• Your instructions: Only the lines holding "PutEvent" are wanted here; copy each from the listing.

• Record set:
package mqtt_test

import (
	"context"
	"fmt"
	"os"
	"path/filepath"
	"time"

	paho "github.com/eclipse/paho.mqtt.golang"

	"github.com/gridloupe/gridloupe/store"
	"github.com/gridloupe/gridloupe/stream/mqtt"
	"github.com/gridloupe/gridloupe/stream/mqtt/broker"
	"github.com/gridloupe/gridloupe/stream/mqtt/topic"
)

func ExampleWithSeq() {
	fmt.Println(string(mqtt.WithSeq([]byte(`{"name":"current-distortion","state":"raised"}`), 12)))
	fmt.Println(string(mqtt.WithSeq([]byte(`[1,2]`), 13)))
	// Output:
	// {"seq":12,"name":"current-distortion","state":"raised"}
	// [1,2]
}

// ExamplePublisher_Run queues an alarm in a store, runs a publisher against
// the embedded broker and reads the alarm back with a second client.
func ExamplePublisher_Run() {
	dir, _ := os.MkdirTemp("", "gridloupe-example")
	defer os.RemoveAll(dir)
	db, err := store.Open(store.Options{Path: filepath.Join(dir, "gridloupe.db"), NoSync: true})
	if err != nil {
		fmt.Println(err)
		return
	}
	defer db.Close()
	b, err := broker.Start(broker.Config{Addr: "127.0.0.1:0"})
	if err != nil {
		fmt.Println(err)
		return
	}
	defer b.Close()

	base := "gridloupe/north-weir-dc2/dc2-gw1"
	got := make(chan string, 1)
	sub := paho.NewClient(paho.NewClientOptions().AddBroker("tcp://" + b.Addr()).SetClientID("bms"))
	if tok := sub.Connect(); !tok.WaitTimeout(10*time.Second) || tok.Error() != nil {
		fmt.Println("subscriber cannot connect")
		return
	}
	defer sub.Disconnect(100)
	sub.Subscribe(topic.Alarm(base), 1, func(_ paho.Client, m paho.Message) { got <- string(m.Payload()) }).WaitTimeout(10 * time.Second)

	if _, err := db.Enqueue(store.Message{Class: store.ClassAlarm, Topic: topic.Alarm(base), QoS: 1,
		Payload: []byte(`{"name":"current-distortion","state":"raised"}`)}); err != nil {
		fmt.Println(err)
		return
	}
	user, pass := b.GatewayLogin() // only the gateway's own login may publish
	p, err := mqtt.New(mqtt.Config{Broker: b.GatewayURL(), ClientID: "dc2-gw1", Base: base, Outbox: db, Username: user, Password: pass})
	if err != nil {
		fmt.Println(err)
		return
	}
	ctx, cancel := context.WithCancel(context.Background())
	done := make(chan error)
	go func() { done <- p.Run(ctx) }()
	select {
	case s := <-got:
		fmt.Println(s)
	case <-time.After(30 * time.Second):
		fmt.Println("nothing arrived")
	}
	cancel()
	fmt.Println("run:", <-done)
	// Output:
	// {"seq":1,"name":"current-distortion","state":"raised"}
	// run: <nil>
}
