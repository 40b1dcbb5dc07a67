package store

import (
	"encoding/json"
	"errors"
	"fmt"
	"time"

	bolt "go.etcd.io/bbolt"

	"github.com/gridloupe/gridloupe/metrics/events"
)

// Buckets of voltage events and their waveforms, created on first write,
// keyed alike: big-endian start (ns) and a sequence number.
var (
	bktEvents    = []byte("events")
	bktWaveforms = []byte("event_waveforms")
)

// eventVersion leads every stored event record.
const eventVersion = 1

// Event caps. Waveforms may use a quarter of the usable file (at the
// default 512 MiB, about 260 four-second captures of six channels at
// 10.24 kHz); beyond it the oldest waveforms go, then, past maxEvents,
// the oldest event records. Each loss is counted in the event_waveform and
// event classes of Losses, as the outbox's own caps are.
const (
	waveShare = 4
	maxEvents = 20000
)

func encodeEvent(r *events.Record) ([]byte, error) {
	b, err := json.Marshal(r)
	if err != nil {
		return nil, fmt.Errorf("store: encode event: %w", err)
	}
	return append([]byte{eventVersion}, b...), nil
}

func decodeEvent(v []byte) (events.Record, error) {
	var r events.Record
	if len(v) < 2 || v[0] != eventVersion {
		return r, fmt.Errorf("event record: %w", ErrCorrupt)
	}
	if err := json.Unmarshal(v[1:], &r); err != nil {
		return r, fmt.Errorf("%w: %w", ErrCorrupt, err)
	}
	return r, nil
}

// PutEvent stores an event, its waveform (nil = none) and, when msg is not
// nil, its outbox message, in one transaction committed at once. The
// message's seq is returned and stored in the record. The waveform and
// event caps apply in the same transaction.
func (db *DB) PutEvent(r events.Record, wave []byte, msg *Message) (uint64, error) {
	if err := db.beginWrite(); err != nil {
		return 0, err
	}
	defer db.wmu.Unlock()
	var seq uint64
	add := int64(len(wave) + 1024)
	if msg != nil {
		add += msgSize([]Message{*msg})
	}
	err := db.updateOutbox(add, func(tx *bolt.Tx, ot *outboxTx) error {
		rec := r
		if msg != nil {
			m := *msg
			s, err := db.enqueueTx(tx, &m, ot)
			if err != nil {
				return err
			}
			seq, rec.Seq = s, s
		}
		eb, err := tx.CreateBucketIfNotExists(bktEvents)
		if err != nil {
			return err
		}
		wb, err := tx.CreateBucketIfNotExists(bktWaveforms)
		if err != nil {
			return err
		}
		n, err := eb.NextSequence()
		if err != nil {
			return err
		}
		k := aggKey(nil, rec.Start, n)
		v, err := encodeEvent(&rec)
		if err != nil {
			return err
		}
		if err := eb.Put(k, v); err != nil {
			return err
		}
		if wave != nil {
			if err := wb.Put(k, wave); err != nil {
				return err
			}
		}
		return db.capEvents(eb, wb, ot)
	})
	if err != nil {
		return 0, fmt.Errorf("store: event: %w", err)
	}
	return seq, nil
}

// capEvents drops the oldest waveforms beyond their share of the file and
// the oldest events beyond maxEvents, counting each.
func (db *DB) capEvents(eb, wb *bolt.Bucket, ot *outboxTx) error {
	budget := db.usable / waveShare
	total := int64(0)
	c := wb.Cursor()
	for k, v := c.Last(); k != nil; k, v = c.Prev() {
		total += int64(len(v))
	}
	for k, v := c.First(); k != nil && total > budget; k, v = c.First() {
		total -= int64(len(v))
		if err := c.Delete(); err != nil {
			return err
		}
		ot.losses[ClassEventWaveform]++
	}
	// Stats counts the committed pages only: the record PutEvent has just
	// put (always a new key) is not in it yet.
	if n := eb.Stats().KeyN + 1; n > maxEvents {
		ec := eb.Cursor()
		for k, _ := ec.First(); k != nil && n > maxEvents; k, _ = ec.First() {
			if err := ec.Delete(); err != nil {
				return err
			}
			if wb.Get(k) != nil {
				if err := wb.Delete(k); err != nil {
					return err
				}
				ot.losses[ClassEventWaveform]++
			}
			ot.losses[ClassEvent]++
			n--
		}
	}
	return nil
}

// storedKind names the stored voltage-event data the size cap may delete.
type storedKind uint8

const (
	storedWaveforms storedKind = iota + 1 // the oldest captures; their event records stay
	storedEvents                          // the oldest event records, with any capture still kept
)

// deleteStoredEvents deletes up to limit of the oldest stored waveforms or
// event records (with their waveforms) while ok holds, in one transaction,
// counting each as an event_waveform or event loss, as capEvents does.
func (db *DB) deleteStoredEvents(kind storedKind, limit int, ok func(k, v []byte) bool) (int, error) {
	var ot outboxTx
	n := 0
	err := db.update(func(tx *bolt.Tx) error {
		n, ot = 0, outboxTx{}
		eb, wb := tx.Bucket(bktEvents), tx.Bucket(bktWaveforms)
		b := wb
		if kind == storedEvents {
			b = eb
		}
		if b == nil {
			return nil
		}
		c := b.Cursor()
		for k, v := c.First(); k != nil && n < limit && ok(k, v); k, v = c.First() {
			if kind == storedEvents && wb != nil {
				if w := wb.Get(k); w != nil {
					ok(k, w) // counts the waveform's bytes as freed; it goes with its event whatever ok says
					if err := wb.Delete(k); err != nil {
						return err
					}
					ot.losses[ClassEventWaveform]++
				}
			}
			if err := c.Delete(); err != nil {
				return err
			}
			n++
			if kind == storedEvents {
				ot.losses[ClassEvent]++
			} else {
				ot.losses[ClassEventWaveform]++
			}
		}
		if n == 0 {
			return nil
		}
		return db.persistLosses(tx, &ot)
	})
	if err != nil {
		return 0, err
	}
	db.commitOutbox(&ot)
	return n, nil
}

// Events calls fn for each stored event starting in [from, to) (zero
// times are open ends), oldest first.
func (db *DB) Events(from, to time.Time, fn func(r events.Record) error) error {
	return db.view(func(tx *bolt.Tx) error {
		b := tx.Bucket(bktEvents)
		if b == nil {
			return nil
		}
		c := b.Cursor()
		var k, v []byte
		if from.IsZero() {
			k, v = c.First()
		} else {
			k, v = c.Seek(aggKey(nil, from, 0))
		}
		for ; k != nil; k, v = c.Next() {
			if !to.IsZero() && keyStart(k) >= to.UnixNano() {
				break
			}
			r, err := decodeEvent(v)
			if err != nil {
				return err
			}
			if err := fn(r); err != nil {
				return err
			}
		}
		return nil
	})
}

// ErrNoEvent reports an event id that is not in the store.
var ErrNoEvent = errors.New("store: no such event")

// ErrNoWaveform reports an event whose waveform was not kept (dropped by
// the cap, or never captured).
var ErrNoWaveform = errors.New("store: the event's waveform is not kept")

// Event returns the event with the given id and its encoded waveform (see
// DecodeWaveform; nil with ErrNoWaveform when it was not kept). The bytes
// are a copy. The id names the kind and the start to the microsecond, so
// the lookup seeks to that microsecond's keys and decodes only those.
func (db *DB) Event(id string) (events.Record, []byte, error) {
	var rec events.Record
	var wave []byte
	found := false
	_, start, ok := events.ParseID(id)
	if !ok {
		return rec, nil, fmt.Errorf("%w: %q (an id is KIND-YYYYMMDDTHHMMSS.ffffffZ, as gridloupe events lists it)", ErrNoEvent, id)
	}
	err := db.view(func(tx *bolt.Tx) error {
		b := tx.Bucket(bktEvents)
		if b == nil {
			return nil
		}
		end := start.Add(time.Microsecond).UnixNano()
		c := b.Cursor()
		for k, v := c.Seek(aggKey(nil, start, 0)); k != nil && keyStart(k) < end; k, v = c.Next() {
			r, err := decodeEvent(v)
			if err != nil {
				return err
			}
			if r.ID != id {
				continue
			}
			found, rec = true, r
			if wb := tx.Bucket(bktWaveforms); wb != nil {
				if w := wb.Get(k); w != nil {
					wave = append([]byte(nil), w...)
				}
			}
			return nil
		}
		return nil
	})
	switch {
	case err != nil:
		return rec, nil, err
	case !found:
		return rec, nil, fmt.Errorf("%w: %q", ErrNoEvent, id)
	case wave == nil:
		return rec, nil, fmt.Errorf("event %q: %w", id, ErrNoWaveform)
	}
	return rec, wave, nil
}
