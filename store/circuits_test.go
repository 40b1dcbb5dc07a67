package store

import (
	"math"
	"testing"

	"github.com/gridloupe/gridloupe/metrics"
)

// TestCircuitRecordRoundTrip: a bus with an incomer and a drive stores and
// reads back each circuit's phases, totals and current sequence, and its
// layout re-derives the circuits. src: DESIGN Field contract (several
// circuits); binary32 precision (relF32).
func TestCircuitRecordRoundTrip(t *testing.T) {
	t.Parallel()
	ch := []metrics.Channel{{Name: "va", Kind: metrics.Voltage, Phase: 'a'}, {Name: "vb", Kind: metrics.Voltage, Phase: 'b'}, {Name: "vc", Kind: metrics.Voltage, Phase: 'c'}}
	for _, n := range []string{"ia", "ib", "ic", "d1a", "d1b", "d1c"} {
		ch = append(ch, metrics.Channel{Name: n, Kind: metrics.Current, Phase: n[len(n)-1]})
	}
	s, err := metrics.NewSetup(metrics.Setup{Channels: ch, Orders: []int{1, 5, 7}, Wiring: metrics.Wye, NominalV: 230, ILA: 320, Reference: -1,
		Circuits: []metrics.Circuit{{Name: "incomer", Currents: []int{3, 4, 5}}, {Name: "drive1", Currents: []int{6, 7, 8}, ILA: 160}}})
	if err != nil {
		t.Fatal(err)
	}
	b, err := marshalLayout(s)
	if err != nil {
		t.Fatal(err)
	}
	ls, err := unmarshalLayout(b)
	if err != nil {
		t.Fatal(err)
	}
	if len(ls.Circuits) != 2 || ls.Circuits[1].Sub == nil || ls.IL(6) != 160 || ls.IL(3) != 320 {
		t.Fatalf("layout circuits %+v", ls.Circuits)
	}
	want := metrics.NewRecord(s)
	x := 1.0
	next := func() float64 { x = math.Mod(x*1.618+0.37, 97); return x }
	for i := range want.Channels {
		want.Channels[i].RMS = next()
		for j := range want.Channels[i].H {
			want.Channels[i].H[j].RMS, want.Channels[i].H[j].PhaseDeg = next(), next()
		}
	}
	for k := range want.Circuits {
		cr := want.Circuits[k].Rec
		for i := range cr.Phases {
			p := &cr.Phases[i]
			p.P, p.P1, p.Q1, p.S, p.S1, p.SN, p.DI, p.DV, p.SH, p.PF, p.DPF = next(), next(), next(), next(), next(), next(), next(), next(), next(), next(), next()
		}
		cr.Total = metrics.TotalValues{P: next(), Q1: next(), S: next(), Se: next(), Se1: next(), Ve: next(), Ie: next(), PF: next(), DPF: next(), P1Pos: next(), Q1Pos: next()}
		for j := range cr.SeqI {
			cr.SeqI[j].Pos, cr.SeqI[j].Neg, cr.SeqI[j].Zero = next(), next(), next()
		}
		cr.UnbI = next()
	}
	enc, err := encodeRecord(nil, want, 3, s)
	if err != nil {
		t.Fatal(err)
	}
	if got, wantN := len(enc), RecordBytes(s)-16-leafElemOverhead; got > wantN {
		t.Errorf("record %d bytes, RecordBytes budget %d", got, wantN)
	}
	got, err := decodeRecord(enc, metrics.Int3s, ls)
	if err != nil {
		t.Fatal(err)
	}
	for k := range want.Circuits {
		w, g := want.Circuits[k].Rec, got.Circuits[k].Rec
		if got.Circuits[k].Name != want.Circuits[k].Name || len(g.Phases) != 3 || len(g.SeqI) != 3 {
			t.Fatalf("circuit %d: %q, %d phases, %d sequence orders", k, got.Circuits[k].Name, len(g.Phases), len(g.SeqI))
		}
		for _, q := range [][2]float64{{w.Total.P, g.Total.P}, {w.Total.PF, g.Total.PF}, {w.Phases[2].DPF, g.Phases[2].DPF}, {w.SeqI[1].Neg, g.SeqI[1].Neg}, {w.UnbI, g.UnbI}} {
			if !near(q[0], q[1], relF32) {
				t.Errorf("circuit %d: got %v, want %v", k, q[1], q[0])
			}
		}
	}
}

• Solution to this exercise:
// PutEvent stores an event, its waveform (nil = none) and, when msg is not
func (db *DB) PutEvent(r events.Record, wave []byte, msg *Message) (uint64, error) {
	// Stats counts the committed pages only: the record PutEvent has just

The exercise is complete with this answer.